TheSilkWorm · 04/12/2024 16:50

It's not wrong. Fat can't be created out of nothing. But it's comforting to believe that it can. Unfortunately HAES and fat acceptance rhetoric has permeated a lot of discourse around obesity and is rife with false information.

And I agree, the irs not my fault is comforting to many. I’m clearly insulin resistant , but I put my hand up. I ate too much, moved too little and got fat. I didn’t just wake up fat one day.

Bananabuttons · 04/12/2024 17:48

I’ve been on mournjaro for 6 months and lost nearly 4 stone so far. I feel like a different person and I’m so happy I took the plunge!

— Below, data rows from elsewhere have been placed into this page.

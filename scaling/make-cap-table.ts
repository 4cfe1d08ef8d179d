/**
 * Generates lib/scaling/cap-table-data.ts, the tables read by lib/scaling/cap-accurate.ts: our own 2D field solver
 * (lib/scaling/field-solve.ts) over a grid of the dimensionless inputs, and the held-out references that measure the
 * interpolation.
 *
 *   nice -n 19 npm run scaling:tables                 full tables (51,408 solves: 45 min wall on 2 shared, busy cores;
 *                                                     about 25 min on 2 idle ones)
 *   nice -n 19 npm run scaling:tables -- --quick      tiny smoke grid, written to the temp folder (seconds)
 *   nice -n 19 npm run scaling:tables -- --heldout    random held-out geometries → tests/scaling/cap-accurate-heldout.json,
 *                                                     then the model's max and RMS errors against them
 *   nice -n 19 npm run scaling:tables -- --resolution-check
 *                                                     the solver's own error at the table resolution (vs 2× finer and
 *                                                     the Richardson extrapolation) on a sample of geometries
 *   nice -n 19 npm run scaling:tables -- --reuse      as the first, but nodes the committed table already holds are
 *                                                     copied from it (the same integers a solve gives): refining an
 *                                                     axis by halving its step solves only the new nodes
 *   options: --out <file> (table file), --workers <1|2> (default 2), --count <n> (held-out cases, default 600)
 *
 * Work runs in worker threads (2 by default; the process lowers its own priority first, and the threads inherit it).
 * Every finished solve is appended to a checkpoint file in the temp folder (named by a hash of the grid, the
 * resolution and the solver's source), so an interrupted run resumes where it stopped. Progress and an ETA are
 * printed every 20 s.
 *
 * What is tabulated (all capacitances divided by ε0·k, which makes them depend on ratios only; the solves use
 * H = 100 nm and k = 4 so that kGap = 4·kGap/k ≥ 1):
 * - table A, kGap = k: ln(C/C_base) of ground and coupling, C_base = tableBases (cap-accurate.ts), on a uniform grid in
 *   ln(W/H) (9 nodes, 0.2–20), ln(T/H) (7, 0.3–4), ln(S/H) (12, 0.3–10) and z = sqrt(H/(H + H2)) (12, 0–sqrt(1/1.3):
 *   no plane above, then H2/H from ∞ down to 0.3), at resolution 20 (cells across the smallest feature).
 * - table B, the gap layer: ln(C_gap/C_homogeneous) of ground and coupling on ln(W/H) (6), ln(T/H) (7), ln(S/H) (8),
 *   z (11), ρ = ln(kGap/k) (3: 0.25, 0.5, 1) and ξ = ln(f + 0.02) − ln(1 − f + 0.02) (11, f = gapFraction 0…1), at
 *   resolution 10: the ratio converges much faster than the capacitances (within 0.02% for ground and 0.3% for
 *   coupling of resolution 24 on 24 random cases, where the capacitances themselves move by up to 3%).
 * Resolution 20 for table A and the references: `--resolution-check` measures the solver's own error there (against
 * resolution 40 and the Richardson extrapolation, 20 random cases) at ≤ 0.07% ground, ≤ 0.08% total and ≤ 0.2% coupling
 * where the coupling is ≥ 1% of the total (up to 1.2% for couplings below 1e-3 of the total, at large S/H under a
 * plane), well below the 1% target; 16 would have been 0.3% for coupling, 24 costs 1.7× more.
 * The solver's tolerance is tightened to 1e-14 (default 1e-12) so that couplings down to about 1e-5 of the total are
 * converged (smaller ones are not, even at 1e-16, so their references carry a few % of solver noise).
 */
import { createHash } from "node:crypto";
import { appendFileSync, existsSync, mkdirSync, readFileSync, writeFileSync } from "node:fs";
import { setPriority, tmpdir } from "node:os";
import { join } from "node:path";
import { fileURLToPath } from "node:url";
import { Worker, isMainThread, parentPort } from "node:worker_threads";
import { fieldSolve } from "../lib/scaling/field-solve";

const H_M = 100e-9;
const K_SOLVE = 4;
const EPS_SOLVE = 8.8541878188e-12 * K_SOLVE;
const TOLERANCE = 1e-14;
const GAP_EPS = 0.02; // must equal cap-accurate.ts's GAP_EPS (checked in main)
const Z_MAX = Math.sqrt(1 / 1.3);

/** One axis: uniform in its coordinate from lo to hi with n nodes. */
interface Axis {
  lo: number;
  hi: number;
  n: number;
}
interface Grid {
  resolutionA: number;
  resolutionB: number;
  a: [Axis, Axis, Axis, Axis];
  b: [Axis, Axis, Axis, Axis, Axis, Axis];
}

const xi = (f: number): number => Math.log(f + GAP_EPS) - Math.log(1 - f + GAP_EPS);
const fFromXi = (x: number): number => {
  const e = Math.exp(x);
  return Math.min(1, Math.max(0, (e * (1 + GAP_EPS) - GAP_EPS) / (1 + e)));
};

const W_AXIS = (n: number): Axis => ({ lo: Math.log(0.2), hi: Math.log(20), n });
const T_AXIS = (n: number): Axis => ({ lo: Math.log(0.3), hi: Math.log(4), n });
const S_AXIS = (n: number): Axis => ({ lo: Math.log(0.3), hi: Math.log(10), n });
const Z_AXIS = (n: number): Axis => ({ lo: 0, hi: Z_MAX, n });
const RHO_AXIS: Axis = { lo: Math.log(0.25), hi: 0, n: 3 };
const XI_AXIS = (n: number): Axis => ({ lo: xi(0), hi: xi(1), n });

const FULL: Grid = {
  resolutionA: 20,
  resolutionB: 10,
  a: [W_AXIS(9), T_AXIS(7), S_AXIS(12), Z_AXIS(12)],
  b: [W_AXIS(6), T_AXIS(7), S_AXIS(8), Z_AXIS(11), RHO_AXIS, XI_AXIS(11)],
};
const QUICK: Grid = {
  resolutionA: 5,
  resolutionB: 5,
  a: [W_AXIS(4), T_AXIS(4), S_AXIS(4), Z_AXIS(4)],
  b: [W_AXIS(2), T_AXIS(4), S_AXIS(4), Z_AXIS(4), RHO_AXIS, XI_AXIS(4)],
};
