/**
 * `npm run bench` (engine part): throughput of the scaling engine against a bare hand-inlined loop of the same
 * formulas that produces the same outputs (checked number for number before timing), then the field check's time and
 * error (scaling/bench-field.ts). Prints a figures table.
 */
import { readFileSync } from "node:fs";
import {
  baselineSettings,
  DEFAULT_TECHNOLOGY,
  evaluateScenario,
  getMetal,
  sweep,
  type Metal,
  type ModelLevel,
  type ScenarioSettings,
  type Technology,
  type WireClass,
  MODEL_LEVELS,
} from "../lib/scaling/index";
import { EPSILON_0_F_PER_M, LN2, SAKURAI_DISTRIBUTED_COEFF, REPEATER_A, REPEATER_B } from "../lib/scaling/constants";
import { exactTau50 } from "../lib/scaling/delay-table";
import { SPLIT_FIT } from "../lib/scaling/capacitance";
import { mayadasShatzkesRatio } from "../lib/scaling/resistance";
import { parseHistogramBins } from "../lib/import/histograms";
import { parseWireClassCsv } from "../lib/import/wire-classes";
import { benchField } from "./bench-field";
import { objectiveGrid, optimizeClass, variation } from "../lib/scaling/design-space";

const here = new URL(".", import.meta.url).pathname;
const base: WireClass[] = parseWireClassCsv(readFileSync(`${here}examples/skua-baseline.csv`)).classes;
const hist = parseHistogramBins(
  readFileSync(`${here}examples/skua-histograms.csv`),
  base.map((c) => c.name),
).bins;
// The bare loop re-codes the published closed forms, so the engine is compared on them (capacitanceModel
// "published"); the default (the accurate tables) is timed against that below and in scaling/bench-cap.ts.
const technology: Technology = { ...DEFAULT_TECHNOLOGY, capacitanceModel: "published" };
const accurateTechnology: Technology = { ...DEFAULT_TECHNOLOGY };

// 20 classes: the four Skua classes in five invented variants each, every one with a 64-bin histogram.
const classes: WireClass[] = [];
for (let v = 0; v < 5; v++) {
  for (const c of base) {
    const f = 1 + 0.1 * v;
    const src = hist[c.name]!;
    const bins = Array.from({ length: 64 }, (_, i) => {
      const b = src[Math.floor((i * src.length) / 64)]!;
      return { lengthM: b.lengthM * (1 + (i % 3) * 0.01), count: b.count / 1.33 };
    });
    classes.push({ ...c, name: `${c.name}-${v}`, widthM: c.widthM * f, spacingM: c.spacingM * f, histogram: bins });
  }
}
const settings: ScenarioSettings = { ...baselineSettings("full", technology), s: 1 / 0.7 };

// Timing: CPU time of this process (user + system, all its threads, so the engine's garbage collection counts),
// which a shared, busy machine disturbs far less than wall time.
function cpuMs(): number {
  const u = process.cpuUsage();
  return (u.user + u.system) / 1000;
}
function timeIt(fn: () => void, minMs: number): { perCallMs: number; calls: number } {
  for (let i = 0; i < 3; i++) fn();
  let calls = 0;
  const t0 = cpuMs();
  let t = t0;
  while (t - t0 < minMs) {
    for (let i = 0; i < 10; i++) fn();
    calls += 10;
    t = cpuMs();
  }
  return { perCallMs: (t - t0) / calls, calls };
}

// ---------- bare, hand-inlined loops of the same formulas (no overrides; the bench has none) ----------
// They produce every number the engine's result carries (geometry, capacitance parts, R, delays, repeaters,
// energy, power, per-bin length/count/delay/repeaters, distribution totals, validity flags, ratios, scenario
// totals), written into arrays allocated once; the engine must allocate its result objects on every call.
let sink = 0;
const PI = Math.PI;

/** Capacitance per length into cap[0..3] = area, ground, couple (Maxwell per neighbour), total (Miller applied). */
function bareCap(level: ModelLevel, eps: number, w: number, t: number, sp: number, h: number, h2: number | null, miller: number, cap: Float64Array): void {
  let area: number,
    ground: number,
    couple = 0;
  if (h2 === null) {
    const wh = w / h;
    area = eps * wh;
    if (level === "ideal") ground = area;
    else if (level === "fringe") {
      const u = (2 * h) / t;
      ground = eps * (Math.max(0, (w - t / 2) / h) + (2 * PI) / Math.log(1 + u + Math.sqrt(u * (u + 2))));
    } else {
      const th = t / h;
      const s = sp / h;
      const c1 = 1.15 * wh + 2.8 * Math.pow(th, 0.222);
      const c21 = Math.max(0, (0.03 * wh + 0.83 * th - 0.07 * Math.pow(th, 0.222)) * Math.pow(s, -1.34));
      const fIso = c1 - wh;
      const def = -fIso * Math.expm1(-Math.log1p(Math.pow(fIso / (SPLIT_FIT.onePlane.a * Math.pow(s, SPLIT_FIT.onePlane.b)), SPLIT_FIT.norm)) / SPLIT_FIT.norm);
      ground = eps * (c1 - def);
      couple = eps * (c21 + def / 2);
    }
  } else {
    const plates = w / h + w / h2;
    area = eps * plates;
    if (level === "ideal") ground = area;
    else {
      const b = h + t + h2;
      const g0 = 1 / (1 - t / b);
      const fIso = (4 / PI) * (2 * g0 * Math.log(g0 + 1) - (g0 - 1) * Math.log(g0 * g0 - 1));
      if (level === "fringe") ground = eps * (plates + fIso);
      else {
        const tp = SPLIT_FIT.twoPlane;
        const sb = sp / b;
        const fGap = tp.a * (1 + (tp.thick * t) / b) * (Math.pow(sp / h, tp.b) + Math.pow(sp / h2, tp.b)) * Math.exp(tp.growth * sb);
        const def = -fIso * Math.expm1(-Math.log1p(Math.pow(fIso / fGap, tp.norm)) / tp.norm);
        const q = tp.total;
        const rise = ((q[0] * t) / sp + q[1] + (q[2] * t) / b + (q[3] * w) / b) * Math.exp(-tp.decay * PI * sb);
        ground = eps * (plates + fIso - def);
        couple = eps * (rise + def / 2);
      }
    }
  }
  cap[0] = area;
  cap[1] = ground;
  cap[2] = couple;
  cap[3] = ground + 2 * miller * couple;
}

AnnieSnap · 04/12/2024 18:24

Flidina · 02/12/2024 22:21

I think, these might work in the short term, but I know some of my friends who have been on them, have regained the weight they lost and more, people I know are actually worried about stopping them, even though they've achieved the desired weightloss, in case they regain. At this point I don't think enough is known about the effects of long term use, everyone sees it as a miracle drug, when something is too good to be true, it usually is.

This is my view too. Very much watching from the sidelines.

MarvellousMonsters · 04/12/2024 18:42

UmbrellaEllaEllaElla · 02/12/2024 21:56

It could be the end of obesity. Marvellous!

Another way to end obesity is to take responsibility for what we put in our mouths. Overeating is the result of a whole bunch of reasons, a drug doesn't fix them, it just treats the symptom. I'm an emotional over-eater, I binge on sweet stuff and then hate myself, I'm not a naturally slim person, gloating. I do understand how hard it is to lose weight for most people, I'm not saying it's easy. But, but, we are not helping ourselves by choosing crappy stuff with way too much sugar and stodgy comfort food, washed down with fizzy drinks or wine.

Take responsibility. Learn about nutrition. Eat real food, stop filling up on crappy carbs and UPF. No injections or tablets needed.